START ENTRIES SUPPLIED

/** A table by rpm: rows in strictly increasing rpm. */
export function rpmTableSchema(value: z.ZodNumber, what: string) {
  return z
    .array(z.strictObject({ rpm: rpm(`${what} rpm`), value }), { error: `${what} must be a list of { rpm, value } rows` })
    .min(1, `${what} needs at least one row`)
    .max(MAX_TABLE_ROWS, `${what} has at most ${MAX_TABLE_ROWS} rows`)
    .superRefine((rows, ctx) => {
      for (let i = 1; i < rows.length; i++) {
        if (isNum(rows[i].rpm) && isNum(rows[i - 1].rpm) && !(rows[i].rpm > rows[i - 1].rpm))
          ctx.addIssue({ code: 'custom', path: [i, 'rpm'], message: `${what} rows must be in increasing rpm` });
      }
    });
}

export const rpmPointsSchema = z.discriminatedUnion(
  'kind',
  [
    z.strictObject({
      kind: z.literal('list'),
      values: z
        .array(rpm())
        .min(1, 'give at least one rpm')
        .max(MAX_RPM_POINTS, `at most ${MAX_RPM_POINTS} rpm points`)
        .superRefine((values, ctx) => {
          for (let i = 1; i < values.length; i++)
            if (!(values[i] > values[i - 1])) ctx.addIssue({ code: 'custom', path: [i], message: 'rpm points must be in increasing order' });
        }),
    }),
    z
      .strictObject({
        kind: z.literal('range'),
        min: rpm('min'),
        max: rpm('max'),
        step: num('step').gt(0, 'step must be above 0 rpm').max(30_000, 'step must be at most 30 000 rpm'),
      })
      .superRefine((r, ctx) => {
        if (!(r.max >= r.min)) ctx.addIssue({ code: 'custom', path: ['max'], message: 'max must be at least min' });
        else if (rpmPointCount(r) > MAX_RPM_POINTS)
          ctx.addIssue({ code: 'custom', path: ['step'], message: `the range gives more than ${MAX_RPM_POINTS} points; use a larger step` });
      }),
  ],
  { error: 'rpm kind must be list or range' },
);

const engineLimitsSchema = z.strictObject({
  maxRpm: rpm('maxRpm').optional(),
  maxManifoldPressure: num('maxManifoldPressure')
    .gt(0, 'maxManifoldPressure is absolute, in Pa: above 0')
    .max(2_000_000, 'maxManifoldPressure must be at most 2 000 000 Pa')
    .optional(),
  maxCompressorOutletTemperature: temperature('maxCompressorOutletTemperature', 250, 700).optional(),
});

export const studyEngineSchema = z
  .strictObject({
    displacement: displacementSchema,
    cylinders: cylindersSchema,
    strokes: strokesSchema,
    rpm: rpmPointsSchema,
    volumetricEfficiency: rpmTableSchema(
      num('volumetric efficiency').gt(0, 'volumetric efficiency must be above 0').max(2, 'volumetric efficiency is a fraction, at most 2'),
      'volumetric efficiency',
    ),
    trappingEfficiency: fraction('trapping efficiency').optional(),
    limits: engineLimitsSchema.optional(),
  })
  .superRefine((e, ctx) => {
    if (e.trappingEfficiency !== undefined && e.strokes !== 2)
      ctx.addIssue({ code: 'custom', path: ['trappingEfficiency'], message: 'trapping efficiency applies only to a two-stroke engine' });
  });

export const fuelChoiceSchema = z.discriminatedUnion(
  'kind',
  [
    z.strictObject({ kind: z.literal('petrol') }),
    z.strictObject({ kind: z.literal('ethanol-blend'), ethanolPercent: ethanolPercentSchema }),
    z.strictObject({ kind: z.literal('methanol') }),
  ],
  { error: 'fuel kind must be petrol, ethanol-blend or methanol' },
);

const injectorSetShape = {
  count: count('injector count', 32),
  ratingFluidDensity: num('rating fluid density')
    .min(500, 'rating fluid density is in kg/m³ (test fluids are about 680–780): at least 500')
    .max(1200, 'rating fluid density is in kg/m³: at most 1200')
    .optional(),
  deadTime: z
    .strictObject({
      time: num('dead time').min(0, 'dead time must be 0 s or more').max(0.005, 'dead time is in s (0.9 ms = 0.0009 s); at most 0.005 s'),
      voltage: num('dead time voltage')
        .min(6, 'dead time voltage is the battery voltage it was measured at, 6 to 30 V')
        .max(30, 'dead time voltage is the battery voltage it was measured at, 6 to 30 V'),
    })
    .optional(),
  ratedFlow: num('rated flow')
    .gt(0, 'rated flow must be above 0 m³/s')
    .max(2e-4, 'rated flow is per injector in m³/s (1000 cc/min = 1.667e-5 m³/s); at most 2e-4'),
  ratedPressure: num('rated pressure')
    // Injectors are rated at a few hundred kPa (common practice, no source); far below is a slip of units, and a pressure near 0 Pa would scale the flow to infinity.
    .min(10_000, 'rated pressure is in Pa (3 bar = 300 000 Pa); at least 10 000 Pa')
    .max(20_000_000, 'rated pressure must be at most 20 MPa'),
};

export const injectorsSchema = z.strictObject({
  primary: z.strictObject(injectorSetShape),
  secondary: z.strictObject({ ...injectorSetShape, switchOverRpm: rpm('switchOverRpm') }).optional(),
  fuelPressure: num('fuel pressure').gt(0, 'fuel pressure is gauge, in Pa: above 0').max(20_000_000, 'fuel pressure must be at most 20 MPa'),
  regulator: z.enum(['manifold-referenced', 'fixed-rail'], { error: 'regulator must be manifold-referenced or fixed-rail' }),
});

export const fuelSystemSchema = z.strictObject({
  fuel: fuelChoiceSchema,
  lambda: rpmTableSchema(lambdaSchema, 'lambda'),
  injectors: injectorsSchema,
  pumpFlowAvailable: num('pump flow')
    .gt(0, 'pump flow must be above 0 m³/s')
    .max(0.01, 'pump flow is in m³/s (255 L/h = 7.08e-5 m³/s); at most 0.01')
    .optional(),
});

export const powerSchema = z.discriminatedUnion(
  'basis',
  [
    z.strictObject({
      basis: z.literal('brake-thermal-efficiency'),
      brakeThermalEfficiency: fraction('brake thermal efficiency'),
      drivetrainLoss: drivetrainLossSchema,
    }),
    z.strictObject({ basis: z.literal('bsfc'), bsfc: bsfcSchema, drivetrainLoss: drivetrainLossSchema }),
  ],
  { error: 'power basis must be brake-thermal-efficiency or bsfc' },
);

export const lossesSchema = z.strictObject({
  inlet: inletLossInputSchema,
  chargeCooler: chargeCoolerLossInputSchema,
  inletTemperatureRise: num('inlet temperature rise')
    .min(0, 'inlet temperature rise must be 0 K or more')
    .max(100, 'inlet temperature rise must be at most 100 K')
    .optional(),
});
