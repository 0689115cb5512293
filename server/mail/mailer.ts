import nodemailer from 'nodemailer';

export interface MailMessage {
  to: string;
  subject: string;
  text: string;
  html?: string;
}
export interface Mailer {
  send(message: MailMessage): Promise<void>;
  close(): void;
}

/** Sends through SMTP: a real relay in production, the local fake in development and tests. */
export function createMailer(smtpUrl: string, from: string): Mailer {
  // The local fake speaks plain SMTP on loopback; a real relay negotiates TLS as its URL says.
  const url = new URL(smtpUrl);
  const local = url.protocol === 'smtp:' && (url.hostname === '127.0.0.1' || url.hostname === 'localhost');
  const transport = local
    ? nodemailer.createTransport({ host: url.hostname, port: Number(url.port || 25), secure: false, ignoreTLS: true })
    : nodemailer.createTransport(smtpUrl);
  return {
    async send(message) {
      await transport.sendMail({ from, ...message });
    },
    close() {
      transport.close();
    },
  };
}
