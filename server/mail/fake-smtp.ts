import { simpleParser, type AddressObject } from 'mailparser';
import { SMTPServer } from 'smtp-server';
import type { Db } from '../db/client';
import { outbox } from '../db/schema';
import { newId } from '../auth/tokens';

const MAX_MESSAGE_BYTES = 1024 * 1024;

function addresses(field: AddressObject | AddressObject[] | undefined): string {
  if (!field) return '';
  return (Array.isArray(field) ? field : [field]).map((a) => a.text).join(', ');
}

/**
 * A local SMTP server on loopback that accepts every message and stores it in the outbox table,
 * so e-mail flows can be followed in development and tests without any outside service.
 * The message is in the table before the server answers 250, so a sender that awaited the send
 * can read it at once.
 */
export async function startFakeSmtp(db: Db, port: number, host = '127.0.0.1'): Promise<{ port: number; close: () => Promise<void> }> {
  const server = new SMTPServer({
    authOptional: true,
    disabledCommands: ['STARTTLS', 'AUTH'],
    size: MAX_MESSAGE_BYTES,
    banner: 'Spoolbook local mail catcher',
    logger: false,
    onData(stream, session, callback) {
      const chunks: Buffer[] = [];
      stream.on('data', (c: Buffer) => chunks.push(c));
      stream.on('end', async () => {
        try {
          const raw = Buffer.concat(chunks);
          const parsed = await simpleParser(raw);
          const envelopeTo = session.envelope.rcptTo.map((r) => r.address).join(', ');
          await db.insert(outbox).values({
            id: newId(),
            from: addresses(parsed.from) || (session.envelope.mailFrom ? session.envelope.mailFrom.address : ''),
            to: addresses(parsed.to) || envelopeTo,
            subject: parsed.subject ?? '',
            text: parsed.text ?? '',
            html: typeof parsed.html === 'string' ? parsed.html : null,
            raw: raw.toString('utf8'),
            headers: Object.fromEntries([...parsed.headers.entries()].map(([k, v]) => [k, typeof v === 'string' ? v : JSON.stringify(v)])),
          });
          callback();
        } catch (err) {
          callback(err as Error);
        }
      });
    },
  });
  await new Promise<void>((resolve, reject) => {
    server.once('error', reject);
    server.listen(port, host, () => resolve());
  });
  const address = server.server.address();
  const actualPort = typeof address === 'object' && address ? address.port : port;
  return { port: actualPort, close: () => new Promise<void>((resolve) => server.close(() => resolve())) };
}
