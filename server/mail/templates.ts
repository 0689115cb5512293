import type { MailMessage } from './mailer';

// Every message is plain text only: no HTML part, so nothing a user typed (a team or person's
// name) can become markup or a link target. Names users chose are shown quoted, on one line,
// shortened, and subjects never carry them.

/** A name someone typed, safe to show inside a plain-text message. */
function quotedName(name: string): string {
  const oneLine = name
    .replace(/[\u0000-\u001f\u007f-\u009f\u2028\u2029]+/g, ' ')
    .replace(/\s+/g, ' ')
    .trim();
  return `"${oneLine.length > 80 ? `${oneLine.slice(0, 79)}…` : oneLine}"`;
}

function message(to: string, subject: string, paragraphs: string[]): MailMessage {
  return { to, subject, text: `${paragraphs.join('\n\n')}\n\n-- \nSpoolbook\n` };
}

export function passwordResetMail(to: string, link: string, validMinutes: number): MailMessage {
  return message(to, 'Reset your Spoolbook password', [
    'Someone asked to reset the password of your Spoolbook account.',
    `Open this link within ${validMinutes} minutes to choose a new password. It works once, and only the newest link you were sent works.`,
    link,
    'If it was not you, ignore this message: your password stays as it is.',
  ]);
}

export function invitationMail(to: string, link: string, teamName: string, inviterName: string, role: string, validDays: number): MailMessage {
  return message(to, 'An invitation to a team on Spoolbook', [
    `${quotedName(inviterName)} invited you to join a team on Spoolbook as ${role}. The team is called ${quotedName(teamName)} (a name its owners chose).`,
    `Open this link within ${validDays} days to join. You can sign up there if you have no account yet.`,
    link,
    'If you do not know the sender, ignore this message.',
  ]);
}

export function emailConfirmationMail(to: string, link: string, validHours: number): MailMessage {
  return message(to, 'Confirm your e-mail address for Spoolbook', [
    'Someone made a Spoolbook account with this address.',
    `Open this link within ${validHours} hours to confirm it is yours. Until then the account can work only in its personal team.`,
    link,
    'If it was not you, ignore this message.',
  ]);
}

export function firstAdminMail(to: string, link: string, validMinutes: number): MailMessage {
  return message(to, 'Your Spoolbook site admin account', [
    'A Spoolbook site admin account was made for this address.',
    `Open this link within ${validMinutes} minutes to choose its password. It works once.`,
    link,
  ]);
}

END ENTRIES SUPPLIED
START ENTRIES SUPPLIED

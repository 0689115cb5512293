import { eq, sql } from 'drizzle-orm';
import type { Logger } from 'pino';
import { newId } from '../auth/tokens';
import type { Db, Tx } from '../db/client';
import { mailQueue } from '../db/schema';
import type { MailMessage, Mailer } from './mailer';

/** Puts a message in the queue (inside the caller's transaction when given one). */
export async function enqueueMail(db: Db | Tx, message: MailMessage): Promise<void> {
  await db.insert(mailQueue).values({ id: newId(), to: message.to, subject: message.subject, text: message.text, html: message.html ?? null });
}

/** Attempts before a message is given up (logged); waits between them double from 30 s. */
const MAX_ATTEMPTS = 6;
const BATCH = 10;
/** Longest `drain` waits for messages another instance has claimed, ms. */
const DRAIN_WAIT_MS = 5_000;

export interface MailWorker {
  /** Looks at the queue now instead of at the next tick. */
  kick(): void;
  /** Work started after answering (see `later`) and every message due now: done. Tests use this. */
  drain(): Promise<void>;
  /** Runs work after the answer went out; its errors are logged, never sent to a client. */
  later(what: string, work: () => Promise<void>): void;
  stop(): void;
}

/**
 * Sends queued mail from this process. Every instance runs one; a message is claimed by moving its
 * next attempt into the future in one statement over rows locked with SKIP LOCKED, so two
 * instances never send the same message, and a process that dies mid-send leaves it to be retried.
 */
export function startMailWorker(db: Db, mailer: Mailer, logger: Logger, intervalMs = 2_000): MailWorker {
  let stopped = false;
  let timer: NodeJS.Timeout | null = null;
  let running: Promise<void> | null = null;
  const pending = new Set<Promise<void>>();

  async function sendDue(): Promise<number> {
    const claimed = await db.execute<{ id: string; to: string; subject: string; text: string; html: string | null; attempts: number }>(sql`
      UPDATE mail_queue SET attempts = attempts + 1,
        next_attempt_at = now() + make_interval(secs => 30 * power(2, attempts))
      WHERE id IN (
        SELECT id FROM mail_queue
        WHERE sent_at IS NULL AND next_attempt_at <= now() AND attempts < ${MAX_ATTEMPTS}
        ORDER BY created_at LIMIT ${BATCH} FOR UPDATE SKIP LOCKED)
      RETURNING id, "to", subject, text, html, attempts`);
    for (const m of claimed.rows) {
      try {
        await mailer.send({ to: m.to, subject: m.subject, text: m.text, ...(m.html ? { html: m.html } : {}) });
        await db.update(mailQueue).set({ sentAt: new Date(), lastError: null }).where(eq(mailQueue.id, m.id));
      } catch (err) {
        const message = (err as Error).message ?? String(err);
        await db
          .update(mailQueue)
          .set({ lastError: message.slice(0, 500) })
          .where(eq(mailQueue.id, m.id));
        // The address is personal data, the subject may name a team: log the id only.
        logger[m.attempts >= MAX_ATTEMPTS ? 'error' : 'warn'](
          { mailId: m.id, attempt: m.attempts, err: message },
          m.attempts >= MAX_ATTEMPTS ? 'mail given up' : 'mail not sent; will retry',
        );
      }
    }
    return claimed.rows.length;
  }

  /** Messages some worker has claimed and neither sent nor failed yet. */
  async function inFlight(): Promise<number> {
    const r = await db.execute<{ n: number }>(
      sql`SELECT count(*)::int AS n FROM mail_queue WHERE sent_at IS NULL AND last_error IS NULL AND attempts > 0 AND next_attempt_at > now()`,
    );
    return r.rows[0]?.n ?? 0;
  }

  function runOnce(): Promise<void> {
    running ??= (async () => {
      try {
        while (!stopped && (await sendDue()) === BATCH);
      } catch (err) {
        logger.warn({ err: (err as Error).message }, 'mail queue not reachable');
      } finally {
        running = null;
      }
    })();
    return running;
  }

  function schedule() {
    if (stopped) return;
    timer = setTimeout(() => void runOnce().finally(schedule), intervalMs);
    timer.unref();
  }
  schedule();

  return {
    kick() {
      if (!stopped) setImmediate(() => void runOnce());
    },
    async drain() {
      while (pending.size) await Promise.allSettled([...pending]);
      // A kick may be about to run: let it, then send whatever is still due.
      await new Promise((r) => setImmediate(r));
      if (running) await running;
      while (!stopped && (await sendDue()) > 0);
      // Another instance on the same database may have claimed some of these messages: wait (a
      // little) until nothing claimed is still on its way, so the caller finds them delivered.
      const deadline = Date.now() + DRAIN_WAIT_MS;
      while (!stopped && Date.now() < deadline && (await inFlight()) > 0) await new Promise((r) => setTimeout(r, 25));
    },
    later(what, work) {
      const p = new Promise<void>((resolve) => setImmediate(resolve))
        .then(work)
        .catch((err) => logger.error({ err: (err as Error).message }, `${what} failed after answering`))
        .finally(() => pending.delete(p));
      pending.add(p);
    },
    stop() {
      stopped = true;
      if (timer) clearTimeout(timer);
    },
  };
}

END ENTRIES SUPPLIED
START ENTRIES SUPPLIED

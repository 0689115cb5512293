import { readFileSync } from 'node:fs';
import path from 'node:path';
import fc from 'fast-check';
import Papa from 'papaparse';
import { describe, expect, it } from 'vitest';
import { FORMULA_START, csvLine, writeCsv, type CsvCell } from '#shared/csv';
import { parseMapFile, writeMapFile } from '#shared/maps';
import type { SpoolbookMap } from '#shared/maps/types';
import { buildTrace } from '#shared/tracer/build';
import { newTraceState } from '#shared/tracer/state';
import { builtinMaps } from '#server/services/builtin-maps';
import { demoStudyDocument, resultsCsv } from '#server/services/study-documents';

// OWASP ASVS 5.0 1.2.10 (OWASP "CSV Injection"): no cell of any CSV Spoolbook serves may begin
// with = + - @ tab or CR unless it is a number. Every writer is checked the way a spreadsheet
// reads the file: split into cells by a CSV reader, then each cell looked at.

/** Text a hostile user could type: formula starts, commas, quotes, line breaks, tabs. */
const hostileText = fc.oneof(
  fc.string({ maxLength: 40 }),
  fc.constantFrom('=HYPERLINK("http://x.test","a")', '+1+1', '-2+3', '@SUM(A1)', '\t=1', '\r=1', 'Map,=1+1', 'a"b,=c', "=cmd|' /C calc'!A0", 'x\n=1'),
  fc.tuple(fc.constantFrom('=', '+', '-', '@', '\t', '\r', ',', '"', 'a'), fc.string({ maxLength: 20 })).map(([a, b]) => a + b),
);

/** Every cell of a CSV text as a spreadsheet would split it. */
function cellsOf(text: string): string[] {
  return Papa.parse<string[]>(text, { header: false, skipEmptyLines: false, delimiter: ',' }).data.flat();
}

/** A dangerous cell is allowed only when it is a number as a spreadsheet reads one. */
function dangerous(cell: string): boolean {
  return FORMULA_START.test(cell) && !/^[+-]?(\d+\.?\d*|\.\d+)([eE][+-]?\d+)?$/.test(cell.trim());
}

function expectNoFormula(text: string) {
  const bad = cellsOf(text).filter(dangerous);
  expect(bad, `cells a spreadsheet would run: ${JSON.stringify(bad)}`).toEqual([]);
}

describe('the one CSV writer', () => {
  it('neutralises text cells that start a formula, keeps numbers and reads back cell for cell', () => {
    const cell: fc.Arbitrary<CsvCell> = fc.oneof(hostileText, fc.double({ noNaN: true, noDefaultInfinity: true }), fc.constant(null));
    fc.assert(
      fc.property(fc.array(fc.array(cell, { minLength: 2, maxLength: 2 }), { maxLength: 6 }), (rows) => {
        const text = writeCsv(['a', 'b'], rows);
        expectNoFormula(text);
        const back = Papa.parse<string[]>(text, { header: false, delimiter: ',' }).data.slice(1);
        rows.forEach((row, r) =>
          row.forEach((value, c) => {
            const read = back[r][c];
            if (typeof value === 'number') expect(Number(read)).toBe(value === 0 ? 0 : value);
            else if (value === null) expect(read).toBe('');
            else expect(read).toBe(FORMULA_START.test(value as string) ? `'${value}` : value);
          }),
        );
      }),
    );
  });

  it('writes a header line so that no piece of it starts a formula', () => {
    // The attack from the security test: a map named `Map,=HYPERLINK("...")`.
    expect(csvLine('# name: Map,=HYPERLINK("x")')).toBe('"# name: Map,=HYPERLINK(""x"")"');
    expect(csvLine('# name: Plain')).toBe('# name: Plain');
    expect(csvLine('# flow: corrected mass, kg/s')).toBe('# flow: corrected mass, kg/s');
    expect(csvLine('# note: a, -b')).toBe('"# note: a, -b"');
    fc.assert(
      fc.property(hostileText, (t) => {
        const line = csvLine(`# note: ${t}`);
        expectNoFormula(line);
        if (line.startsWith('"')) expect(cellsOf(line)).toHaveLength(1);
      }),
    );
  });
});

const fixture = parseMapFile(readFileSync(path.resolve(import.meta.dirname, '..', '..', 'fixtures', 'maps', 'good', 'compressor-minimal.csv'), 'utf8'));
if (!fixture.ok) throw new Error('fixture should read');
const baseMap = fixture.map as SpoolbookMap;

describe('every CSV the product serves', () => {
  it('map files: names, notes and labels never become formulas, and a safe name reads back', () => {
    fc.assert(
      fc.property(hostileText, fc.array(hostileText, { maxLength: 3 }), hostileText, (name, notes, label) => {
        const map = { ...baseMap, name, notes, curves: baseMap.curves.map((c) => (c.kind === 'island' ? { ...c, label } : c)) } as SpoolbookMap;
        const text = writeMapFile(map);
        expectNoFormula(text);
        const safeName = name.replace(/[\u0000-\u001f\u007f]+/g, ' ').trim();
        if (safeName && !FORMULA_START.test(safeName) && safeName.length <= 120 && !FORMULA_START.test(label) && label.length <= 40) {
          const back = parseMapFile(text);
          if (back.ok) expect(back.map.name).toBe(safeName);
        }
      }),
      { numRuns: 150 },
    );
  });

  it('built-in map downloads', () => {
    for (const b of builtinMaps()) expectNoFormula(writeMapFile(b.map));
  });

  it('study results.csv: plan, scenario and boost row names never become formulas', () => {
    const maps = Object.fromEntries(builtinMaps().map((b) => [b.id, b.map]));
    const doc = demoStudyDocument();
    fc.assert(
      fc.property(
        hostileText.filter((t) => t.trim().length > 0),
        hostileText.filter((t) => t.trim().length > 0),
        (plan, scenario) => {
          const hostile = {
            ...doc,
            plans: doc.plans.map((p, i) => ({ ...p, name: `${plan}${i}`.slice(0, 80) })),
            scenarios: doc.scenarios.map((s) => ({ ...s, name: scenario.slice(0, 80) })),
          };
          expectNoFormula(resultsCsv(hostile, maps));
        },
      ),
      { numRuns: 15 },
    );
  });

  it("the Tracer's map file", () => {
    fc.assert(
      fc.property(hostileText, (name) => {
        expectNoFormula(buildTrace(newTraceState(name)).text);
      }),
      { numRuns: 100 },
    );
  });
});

END ENTRIES SUPPLIED

Copy every line from the records that holds the string "inlet".

EXPECTED ANSWER =
  inlet: inletLossInputSchema,
  inletTemperatureRise: num('inlet temperature rise')
    .min(0, 'inlet temperature rise must be 0 K or more')
    .max(100, 'inlet temperature rise must be at most 100 K')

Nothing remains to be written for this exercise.